In the absence of a voluntary agreement, a parent may not be directed to contribute to the college education of a child who has attained the age of 21 years (see Sinnott v. Sinnott, 194 A.D.3d 868, 878, 149 N.Y.S.3d 441 ; Matter of Calvello v. Calvello, 20 A.D.3d 525, 527, 800 N.Y.S.2d 429 ; Miller v. Miller, 299 A.D.2d 463, 464, 750 N.Y.S.2d 112 ). In interpreting a stipulation of settlement to determine whether an agreement to contribute to the college expenses of a child older than 21 is present, "the court should arrive at a construction that will give fair meaning to all of the language employed by the parties to reach a practical interpretation of the expressions of the parties so that their reasonable expectations will be realized" ( Cleva v. Cleva, 139 A.D.3d 785, 786, 31 N.Y.S.3d 551 [internal quotation marks omitted]). "A court may not write into a contract conditions the parties did not insert by adding or excising terms under the guise of construction, nor may it construe the language in such a way as would distort the contract's apparent meaning" ( Fleming v. Fleming, 137 A.D.3d 1206, 1207, 28 N.Y.S.3d 440 [internal quotation marks omitted]).

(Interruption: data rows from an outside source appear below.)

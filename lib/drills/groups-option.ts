/**
 * The option on groups: a short, light ending of each group instead of a long final note. Any
 * family's drill can be passed through `applyLightEndings`; the registry turns it on with
 * `lightEndingsOption` (`{ lightEndings: true }`).
 */
import { z } from "zod";
import type { NoteEvent } from "../score/types";
import { writtenPieces } from "./build";
import type { Drill } from "./types";
import { tupletFor } from "./families/shared-2-layout";

/** Registry-level option: end each group lightly. */
export const lightEndingsOption = z.object({ lightEndings: z.boolean().default(false) });

/**
 * Registry-level option on group endings (DRILL-RUBRIC.md "endings"; common practice): as written,
 * short and light, or both — the short ending, then the long ending as written as its contrast.
 */
export const ENDINGS = ["written", "short", "short-and-long"] as const;
export type Endings = (typeof ENDINGS)[number];

const key = (e: NoteEvent) => `${e.staff}/${e.voice}`;

/**
 * The drill with every long note that ends a run (a note longer than the note just before it)
 * cut to the length of that previous note, marked staccato, and followed by a rest, so each
 * bar still adds up. Tied notes are left as they are.
 * @example applyLightEndings(drill).score.events.filter((e) => e.marks?.includes("staccato"))
 */
export function applyLightEndings(drill: Drill): Drill {
  const events = drill.score.events;
  const heads = events.filter((e) => !e.chord && !e.grace);
  const prevOf = new Map<NoteEvent, NoteEvent>();
  const lastByVoice = new Map<string, NoteEvent>();
  for (const h of [...heads].sort((a, b) => a.onset.compare(b.onset))) {
    const prev = lastByVoice.get(key(h));
    if (prev) prevOf.set(h, prev);
    lastByVoice.set(key(h), h);
  }
  const out: NoteEvent[] = [];
  const sources = { ...drill.fingeringSource };
  let current: { head: NoteEvent; light: boolean } | null = null;
  for (const e of events) {
    if (!e.chord) {
      const prev = prevOf.get(e);
      const light =
        !!e.pitch && !e.grace && e.tie === "none" && !!prev?.pitch && prev.tie === "none" &&
        prev.onset.add(prev.duration).equals(e.onset) && e.duration.compare(prev.duration) > 0 && e.measure === prev.measure;
      current = { head: e, light };
      if (!light) { out.push(e); continue; }
      const shortened = { ...e, duration: prev!.duration, written: prev!.written, marks: [...(e.marks ?? []), "staccato" as const] };
      out.push(shortened);
      const rest = e.duration.sub(prev!.duration);
      let t = e.onset.add(prev!.duration);
      writtenPieces(rest, tupletFor(rest, prev!.written.tuplet)).forEach((p, i) => {
        out.push({ id: `${e.id}-r${i + 1}`, part: e.part, staff: e.staff, voice: e.voice, measure: e.measure, onset: t, duration: p.duration, written: p.written, pitch: null, chord: false, tie: "none" });
        t = t.add(p.duration);
      });
      continue;
    }
    if (current?.light) {
      const head = out.find((x) => x.id === current!.head.id)!;
      out.splice(out.indexOf(head) + 1, 0, { ...e, duration: head.duration, written: head.written, marks: [...(e.marks ?? []), "staccato"] });
    } else out.push(e);
  }
  for (const id of Object.keys(sources)) if (!out.some((e) => e.id === id)) delete sources[id];
  return { ...drill, score: { ...drill.score, events: out }, fingeringSource: sources };
}

/**
 * Apply the registry option to a family's drills.
 * @example withLightEndings(drills, lightEndingsOption.parse({ lightEndings: true }))
 */
export function withLightEndings(drills: readonly Drill[], option: z.output<typeof lightEndingsOption>): Drill[] {
  return option.lightEndings ? drills.map(applyLightEndings) : [...drills];
}

/**
 * Apply the endings option: "short" ends every group lightly; "short-and-long" gives, for each drill
 * whose groups end on a long note, the short-ending version first and then the drill as written
 * (the long ending as its contrast); "written" leaves the drills as they are.
 * @example withEndings(drills, "short-and-long").map((d) => d.variant) // ["block-short-ending", "block", …]
 */
export function withEndings(drills: readonly Drill[], endings: Endings): Drill[] {
  if (endings === "written") return [...drills];
  if (endings === "short") return drills.map(applyLightEndings);
  return drills.flatMap((d) => {
    const light = applyLightEndings(d);
    if (light.score.events.length === d.score.events.length) return [d];
    return [
      { ...light, variant: `${d.variant}-short-ending`, title: `${d.title}, short endings`, studentNote: `${d.studentNote} End each group short and light.` },
      { ...d, title: `${d.title}, long endings`, studentNote: `${d.studentNote} Now hold each group's last note for its full length.` },
    ];
  });
}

Here, contrary to the Supreme Court's determination, the stipulation clearly and unambiguously required the defendant to pay 50% of the costs and expenses for each child's college education for a total of four years, though his obligation to contribute to room and board expenses would be offset by any child support payments he made during that time. Contrary to the defendant's contention, no age limitation or restriction was placed on his obligation to pay his share of these costs and expenses, and the stipulation cannot be fairly interpreted to provide that this obligation terminated upon the child's emancipation (see Matter of Block–Iaconetti v. Iaconetti, 176 A.D.3d 1051, 1054, 112 N.Y.S.3d 748 ; Hejna v. Reilly, 88 A.D.3d 1119, 1120–1121, 931 N.Y.S.2d 192 ; Winski v. Kane, 33 A.D.3d 697, 698, 823 N.Y.S.2d 176 ; Matter of Schiano v. Hirsch, 22 A.D.3d 502, 502–503, 803 N.Y.S.2d 643 ).
Accordingly, the matter must be remitted to the Supreme Court for a hearing and a new determination thereafter of the plaintiff's petition (see Family Ct Act § 454[1] ).
IANNACCI, J.P., MILLER, ZAYAS and DOWLING, JJ., concur.